賀晨懸着的一顆心終于放了下來,他看着蔡景之年輕的側臉,突然想把他抱到懷裏狠狠地親一親。

周恺一反常态的沒有發火,他只是拿出手帕擦幹了臉上的水,撂給了賀晨一句話。

“你命不錯啊,撿了個寶貝。”

不過他走的時候給蔡景之留了一句話,那句話讓賀晨已經放下的心又懸了起來。

“景之寶貝兒,記得你說的那句話,到時候可別反悔。”

賀晨知道周恺說的是什麽。他們這種生意做得鋪天蓋地的人,有幾個非常幹淨的。在違法邊緣試探這種事多到數不清,甚至越了紅線都有法子保住自己。

常在河邊走,哪有不濕鞋。

賀晨的那雙鞋已經沒幹淨的地方了。

蔡景之突然轉頭看他,那雙黑白分明的大眼睛裏分明是祈求和希冀。

“晨哥,別做違法的事。”

賀晨苦笑一聲,沒接這個茬。

“走吧,回家。”

“你答應我!賀晨,你答應我!”

蔡景之聲嘶力竭,第一次叫了他的名字。

他的人就像他的眼睛一樣,黑白分明。年僅二十歲的小孩子,非黑即白的想法還根深蒂固。
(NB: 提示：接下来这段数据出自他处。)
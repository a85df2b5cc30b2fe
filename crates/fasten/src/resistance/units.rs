//! Imperial units at the edge: NDS equations are written in lb and inches, deckhold works in N and mm.

/// Millimetres per inch (exact).
pub const MM_PER_IN: f64 = 25.4;
/// Newtons per pound-force (exact, from the definition of the pound and standard gravity).
pub const N_PER_LBF: f64 = 4.448_221_615_260_5;
/// N/mm per lb/in: converts an NDS withdrawal value per inch of penetration.
pub const N_PER_MM_PER_LBF_PER_IN: f64 = N_PER_LBF / MM_PER_IN;

pub fn in_from_mm(value_mm: f64) -> f64 {
    value_mm / MM_PER_IN
}

pub fn mm_from_in(value_in: f64) -> f64 {
    value_in * MM_PER_IN
}

pub fn lbf_from_n(value_n: f64) -> f64 {
    value_n / N_PER_LBF
}

pub fn n_from_lbf(value_lbf: f64) -> f64 {
    value_lbf * N_PER_LBF
}

pub fn n_per_mm_from_lbf_per_in(value_lbf_per_in: f64) -> f64 {
    value_lbf_per_in * N_PER_MM_PER_LBF_PER_IN
}

#[cfg(test)]
mod tests {
    use super::*;
    use approx::assert_relative_eq;

    #[test]
    fn conversions_round_trip() {
        assert_relative_eq!(mm_from_in(in_from_mm(63.5)), 63.5);
        assert_relative_eq!(lbf_from_n(n_from_lbf(66.0)), 66.0);
    }

    #[test]
    fn one_lb_per_inch_is_0_175_n_per_mm() {
        // 4.448222 N / 25.4 mm = 0.1751268 (definition of the units).
        assert_relative_eq!(
            n_per_mm_from_lbf_per_in(1.0),
            0.175_126_8,
            max_relative = 1e-6
        );
    }
}
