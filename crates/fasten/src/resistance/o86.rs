//! CSA O86:19 factored withdrawal resistance of nails (clause 12.9.5), limit states design.
//!
//! P_rw = φ · Y_w · L_p · n_F · J_A · J_B, with Y_w = y_w · K_SF · K_T · J_x and
//! y_w = 16.4 d_F^0.82 G^2.2 N/mm (d_F in mm, G the mean oven-dry relative density).
//! No load-duration factor: O86 lets nails carry withdrawal only under short-term loads, so other
//! durations are refused. Deformed shanks (spiral, ring, screw) get no credit beyond the equation.

use super::coefficients::{
    Coefficient, O86_JA_STRAIGHT, O86_JA_TOE_NAILED, O86_JB, O86_JX_CLT, O86_JX_SAWN, O86_KSF_DRY,
    O86_KSF_WET, O86_KT, O86_PHI, O86_SHORT_TERM_RULE, O86_STAINLESS_RULE, O86_WOOD_SCREW_RULE,
    O86_YW_COEFFICIENT, O86_YW_DENSITY_EXPONENT, O86_YW_DIAMETER_EXPONENT,
};
use super::{Factor, LoadDuration, ModeResult, ResistanceInput, Service};
use crate::catalog::species_groups;
use crate::error::FastenError;
use crate::nail::Material;
use crate::species::MemberKind;

/// Basic withdrawal resistance y_w per mm of penetration, N/mm (CSA O86:19 12.9.5.2, from memory).
pub fn basic_withdrawal_n_per_mm(shank_diameter_mm: f64, relative_density: f64) -> f64 {
    O86_YW_COEFFICIENT.value
        * shank_diameter_mm.powf(O86_YW_DIAMETER_EXPONENT)
        * relative_density.powf(O86_YW_DENSITY_EXPONENT)
}

/// The terms of P_rw, so the product can be tested on its own.
#[derive(Debug, Clone, Copy, PartialEq)]
pub struct O86Withdrawal {
    pub phi: f64,
    pub y_w_n_per_mm: f64,
    pub k_sf: f64,
    pub k_t: f64,
    pub j_x: f64,
    pub l_p_mm: f64,
    pub n_f: u32,
    pub j_a: f64,
    pub j_b: f64,
}

impl O86Withdrawal {
    /// Y_w = y_w · K_SF · K_T · J_x, N/mm.
    pub fn specified_n_per_mm(&self) -> f64 {
        self.y_w_n_per_mm * self.k_sf * self.k_t * self.j_x
    }

    /// P_rw = φ · Y_w · L_p · n_F · J_A · J_B, N.
    pub fn factored_n(&self) -> f64 {
        self.phi
            * self.specified_n_per_mm()
            * self.l_p_mm
            * f64::from(self.n_f)
            * self.j_a
            * self.j_b
    }
}

pub(super) fn withdrawal(
    input: &ResistanceInput,
    penetration_mm: f64,
) -> Result<ModeResult, FastenError> {
    let nail = input.nail;
    if input.load != LoadDuration::Short {
        return Err(FastenError::LoadDurationNotPermitted {
            method: "CSA O86:19",
            load: input.load.as_str(),
            rule: O86_SHORT_TERM_RULE,
        });
    }
    if nail.is_wood_screw() {
        return Err(FastenError::NailNotCovered {
            nail: nail.id.clone(),
            reason: O86_WOOD_SCREW_RULE.to_string(),
        });
    }
    if nail.material == Material::Stainless {
        return Err(FastenError::NailNotCovered {
            nail: nail.id.clone(),
            reason: O86_STAINLESS_RULE.to_string(),
        });
    }
    let density = input.species.o86_relative_density.as_ref().ok_or_else(|| {
        FastenError::MissingSpeciesProperty {
            species: input.species.id.clone(),
            property: "mean relative density",
            method: "CSA O86",
            choices: species_groups()
                .iter()
                .filter(|group| group.o86_relative_density.is_some())
                .map(|group| group.id.clone())
                .collect(),
        }
    })?;

    let k_sf = pick(input.service == Service::Wet, &O86_KSF_WET, &O86_KSF_DRY);
    let j_x = pick(input.member == MemberKind::Clt, &O86_JX_CLT, &O86_JX_SAWN);
    let j_a = pick(input.toe_nail, &O86_JA_TOE_NAILED, &O86_JA_STRAIGHT);
    let (y_w, y_w_source) = match &nail.stated_withdrawal_n_per_mm {
        Some(stated) => (
            stated.value,
            format!(
                "stated for `{}` as the basic withdrawal resistance y_w: {}",
                nail.id,
                stated.provenance()
            ),
        ),
        None => (
            basic_withdrawal_n_per_mm(nail.shank_diameter_mm, density.value),
            O86_YW_COEFFICIENT.provenance(),
        ),
    };
    let terms = O86Withdrawal {
        phi: O86_PHI.value,
        y_w_n_per_mm: y_w,
        k_sf: k_sf.value,
        k_t: O86_KT.value,
        j_x: j_x.value,
        l_p_mm: penetration_mm,
        n_f: 1,
        j_a: j_a.value,
        j_b: O86_JB.value,
    };

    let mut warnings = Vec::new();
    if nail.shank.is_deformed() && nail.stated_withdrawal_n_per_mm.is_none() {
        warnings.push(format!(
            "nail `{}` has a {} shank: CSA O86:19 12.9.5 (from memory) gives deformed shanks no extra \
             withdrawal resistance, so it is credited as a smooth nail of the same diameter",
            nail.id,
            nail.shank.as_str()
        ));
    }
    if input.treated {
        warnings.push(
            "treated framing: K_T = 1.0 assumes preservative treatment without incising; \
             fire-retardant treated wood needs test-based values and is outside this method"
                .to_string(),
        );
    }

    let factors = vec![
        Factor::new("G", density.value, "", density.provenance()),
        Factor::new(
            "d_F",
            nail.shank_diameter_mm,
            "mm",
            ["nail `", &nail.id, "`: ", &nail.provenance()].concat(),
        ),
        Factor::new("y_w", y_w, "N/mm", y_w_source),
        Factor::from_coefficient(k_sf),
        Factor::from_coefficient(&O86_KT),
        Factor::from_coefficient(j_x),
        Factor::new(
            "Y_w",
            terms.specified_n_per_mm(),
            "N/mm",
            "Y_w = y_w K_SF K_T J_x, CSA O86:19 12.9.5.2 (from memory)",
        ),
        Factor::from_coefficient(&O86_PHI),
        Factor::new("n_F", 1.0, "", "one nail"),
        Factor::from_coefficient(j_a),
        Factor::from_coefficient(&O86_JB),
        Factor::new(
            "P_rw",
            terms.factored_n(),
            "N",
            "P_rw = phi Y_w L_p n_F J_A J_B, CSA O86:19 12.9.5.2 (from memory)",
        ),
    ];
    Ok(ModeResult {
        value_n: terms.factored_n(),
        per_mm_n: terms.factored_n() / penetration_mm,
        credited_length_mm: penetration_mm,
        factors,
        warnings,
    })
}

fn pick<'c>(
    condition: bool,
    if_true: &'c Coefficient,
    if_false: &'c Coefficient,
) -> &'c Coefficient {
    if condition {
        if_true
    } else {
        if_false
    }
}

#[cfg(test)]
mod tests {
    use super::*;
    use approx::assert_relative_eq;
    use proptest::prelude::*;

    fn terms(l_p_mm: f64, n_f: u32) -> O86Withdrawal {
        O86Withdrawal {
            phi: 0.6,
            y_w_n_per_mm: 6.0,
            k_sf: 1.0,
            k_t: 1.0,
            j_x: 1.0,
            l_p_mm,
            n_f,
            j_a: 1.0,
            j_b: 1.0,
        }
    }

    #[test]
    fn p_rw_applies_j_a_and_j_b() {
        // CSA O86:19 12.9.5.2 (from memory): both factors multiply: 0.6 x 6.0 x 40 x 1 x 0.9 x 0.8 = 103.68 N.
        let reduced = O86Withdrawal {
            j_a: 0.9,
            j_b: 0.8,
            ..terms(40.0, 1)
        };
        assert_relative_eq!(reduced.factored_n(), 103.68, max_relative = 1e-12);
    }

    #[test]
    fn p_rw_counts_every_nail() {
        // CSA O86:19 12.9.5.2 (from memory): P_rw = phi y_w L_p n_F (J factors 1): 0.6 x 6.0 x 40 x 3 = 432 N.
        assert_relative_eq!(terms(40.0, 3).factored_n(), 432.0, max_relative = 1e-12);
    }

    #[test]
    fn y_w_for_a_3_25_mm_nail_in_spf() {
        // y_w = 16.4 · 3.25^0.82 · 0.42^2.2 (CSA O86:19 12.9.5.2, from memory):
        // 3.25^0.82 = 2.6289, 0.42^2.2 = 0.14832, y_w = 6.395 N/mm (hand calculation).
        assert_relative_eq!(
            basic_withdrawal_n_per_mm(3.25, 0.42),
            6.395,
            max_relative = 1e-3
        );
    }

    #[test]
    fn y_w_at_unit_diameter_and_density_is_the_coefficient() {
        assert_relative_eq!(basic_withdrawal_n_per_mm(1.0, 1.0), 16.4);
    }

    #[test]
    fn p_rw_is_the_product_of_its_terms() {
        let mut t = terms(40.0, 1);
        t.k_sf = 0.67;
        t.j_x = 0.9;
        t.j_a = 0.67;
        // 0.6 · (6.0 · 0.67 · 1.0 · 0.9) · 40 · 1 · 0.67 · 1.0
        assert_relative_eq!(
            t.factored_n(),
            0.6 * 6.0 * 0.67 * 0.9 * 40.0 * 0.67,
            max_relative = 1e-12
        );
    }

    proptest! {
        #[test]
        fn y_w_grows_with_diameter_and_density(
            d in 2.0f64..6.0, g in 0.3f64..0.7, step in 0.01f64..0.5,
        ) {
            prop_assert!(basic_withdrawal_n_per_mm(d + step, g) > basic_withdrawal_n_per_mm(d, g));
            prop_assert!(basic_withdrawal_n_per_mm(d, g + step / 5.0) > basic_withdrawal_n_per_mm(d, g));
        }
    }
}
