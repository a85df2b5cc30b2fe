//! Head pull-through of the deck panel: NDS 2018 12.2.5, W_H = 690 π D_H G² t_ns (lb; D_H head
//! diameter and t_ns panel thickness in inches, G of the panel).
//!
//! Under NDS 2018 it is a design check of the standard. CSA O86 has no pull-through clause, so for the
//! Canadian basis the same equation is reported as an advisory reference check in LRFD format
//! (K_F φ_z λ = 2.16 for wind), and still enters the governing value: leaving a known weaker mode out
//! would be unsafe. docs/withdrawal-method.md explains the choice.

use super::coefficients::{NDS_CT, NDS_WH_COEFFICIENT};
use super::nds::format_factors;
use super::{Factor, LoadDuration, Method, ModeResult, ResistanceInput, Service};
use crate::panel::DeckLayer;
use deckhold_core::units::{in_from_mm, n_from_lbf};

/// Reference head pull-through design value W_H, lb (NDS 2018 Eq. 12.2-6, from memory).
pub fn reference_head_pull_through_lbf(
    head_diameter_in: f64,
    panel_specific_gravity: f64,
    panel_thickness_in: f64,
) -> f64 {
    NDS_WH_COEFFICIENT.value
        * std::f64::consts::PI
        * head_diameter_in
        * panel_specific_gravity.powi(2)
        * panel_thickness_in
}

const PREFIX: &str = "pull-through ";
const ADVISORY_PREFIX: &str = "pull-through (advisory, NDS 2018 12.2.5 as reference) ";

/// NDS 2018 ASD or LRFD head pull-through.
pub(super) fn nds(input: &ResistanceInput, deck: &DeckLayer) -> ModeResult {
    head_pull_through(input, deck, input.method, input.load, PREFIX)
}

/// Canadian basis: the NDS equation in LRFD format for a short-term load, as an advisory check.
pub(super) fn o86_advisory(input: &ResistanceInput, deck: &DeckLayer) -> ModeResult {
    let mut result = head_pull_through(
        input,
        deck,
        Method::NdsLrfd,
        LoadDuration::Short,
        ADVISORY_PREFIX,
    );
    result.warnings.push(
        "head pull-through: CSA O86 has no clause; the value is the NDS 2018 12.2.5 equation in LRFD \
         format (K_F phi_z lambda = 2.16), reported as advisory and included in the governing value"
            .to_string(),
    );
    result
}

fn head_pull_through(
    input: &ResistanceInput,
    deck: &DeckLayer,
    format: Method,
    load: LoadDuration,
    prefix: &str,
) -> ModeResult {
    let nail = input.nail;
    let gravity = &deck.panel.nds_specific_gravity;
    let w_h_lbf = reference_head_pull_through_lbf(
        in_from_mm(nail.head_diameter_mm),
        gravity.value,
        in_from_mm(deck.thickness_mm),
    );
    let w_h_n = n_from_lbf(w_h_lbf);
    let mut adjustments = vec![&NDS_CT];
    adjustments.extend(format_factors(format, load));
    let value_n = w_h_n * adjustments.iter().map(|c| c.value).product::<f64>();

    let mut warnings = Vec::new();
    if nail.is_wood_screw() {
        warnings.push(format!(
            "screw `{}`: head pull-through is taken with the nail-head equation of NDS 2018 12.2.5 and the \
             screw's head diameter, as for nails (from memory); a countersunk head set into the panel \
             holds less",
            nail.id
        ));
    }
    if input.service == Service::Wet {
        warnings.push(
            "head pull-through: no wet service factor is applied (NDS 2018 Table 11.3.3 lists none for \
             pull-through, from memory); a wet panel is weaker than this value"
                .to_string(),
        );
    }
    let mut factors = vec![
        Factor::new(
            [prefix, "G (panel)"].concat(),
            gravity.value,
            "",
            [
                deck.panel.name.as_str(),
                " `",
                &deck.panel.id,
                "`: ",
                &gravity.provenance(),
            ]
            .concat(),
        ),
        Factor::new(
            [prefix, "D_H"].concat(),
            nail.head_diameter_mm,
            "mm",
            ["nail `", &nail.id, "`: ", &nail.provenance()].concat(),
        ),
        Factor::new(
            [prefix, "t_ns"].concat(),
            deck.thickness_mm,
            "mm",
            "deck thickness (input)",
        ),
        Factor::new(
            [prefix, "W_H"].concat(),
            w_h_n,
            "N",
            format!("{} = {w_h_lbf:.1} lb", NDS_WH_COEFFICIENT.provenance()),
        ),
    ];
    factors.extend(adjustments.iter().map(|c| Factor::prefixed(prefix, c)));
    factors.push(Factor::new(
        [prefix, "W_H'"].concat(),
        value_n,
        "N",
        "W_H times the adjustment factors above, NDS 2018 Table 11.3.1 (from memory)",
    ));
    ModeResult {
        value_n,
        per_mm_n: 0.0,
        credited_length_mm: 0.0,
        factors,
        warnings,
    }
}

#[cfg(test)]
mod tests {
    use super::*;
    use approx::assert_relative_eq;

    #[test]
    fn w_h_for_an_8d_head_through_7_16_osb() {
        // NDS 2018 Eq. 12.2-6 (from memory): 690 · π · 0.281 · 0.50² · 0.4375 = 66.6 lb (hand calculation).
        assert_relative_eq!(
            reference_head_pull_through_lbf(0.281, 0.50, 0.4375),
            66.63,
            max_relative = 1e-3
        );
    }
}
賀晨覺得有一些應該讓時間去打磨,而不是他現在就破壞了孩子的信仰。

他決定說謊。

“好,我答應你。”

賀晨把他從地上拽起來,親了親那雙大眼睛。

“能耐了你。”

蔡景之高興的笑了,搶了賀晨的車鑰匙,說今天他開車,帶着他的晨哥去兜風。

二人在江邊遛了兩個小時才回去,蔡景之累的夠嗆,黏黏糊糊的跟賀晨讨饒,說今天困了想睡了。賀晨到底寵他,給他蓋好被子,召喚五指姑娘伺候了一次。

洗完澡出來蔡景之已經睡着了,賀晨看着他香甜的睡臉,最終還是下了決定。

他從小孩的口袋裏拿出了那張申請,然後去陽臺打了個電話。

“诶老連,有事找你,對,有事,你爸跟咱們市特警支隊能說上話麽?嗯,我想調個人,調到警衛局,什麽閑散職位,保護重要領導是什麽閑散職位,以後你真飛黃騰達了,說不上就去保護你了。對,就是小蔡,行了你別寒碜我了,你幫不幫,行,嗯,你要是能辦更好,我改天去問候問候老爺子,就當問候你了。”

挂斷了電話,賀晨又點了根煙。

他知道蔡景之會怪他,但他管不了那麽多了。

他不能讓對方有一點受到傷害的可能,一點都不可以。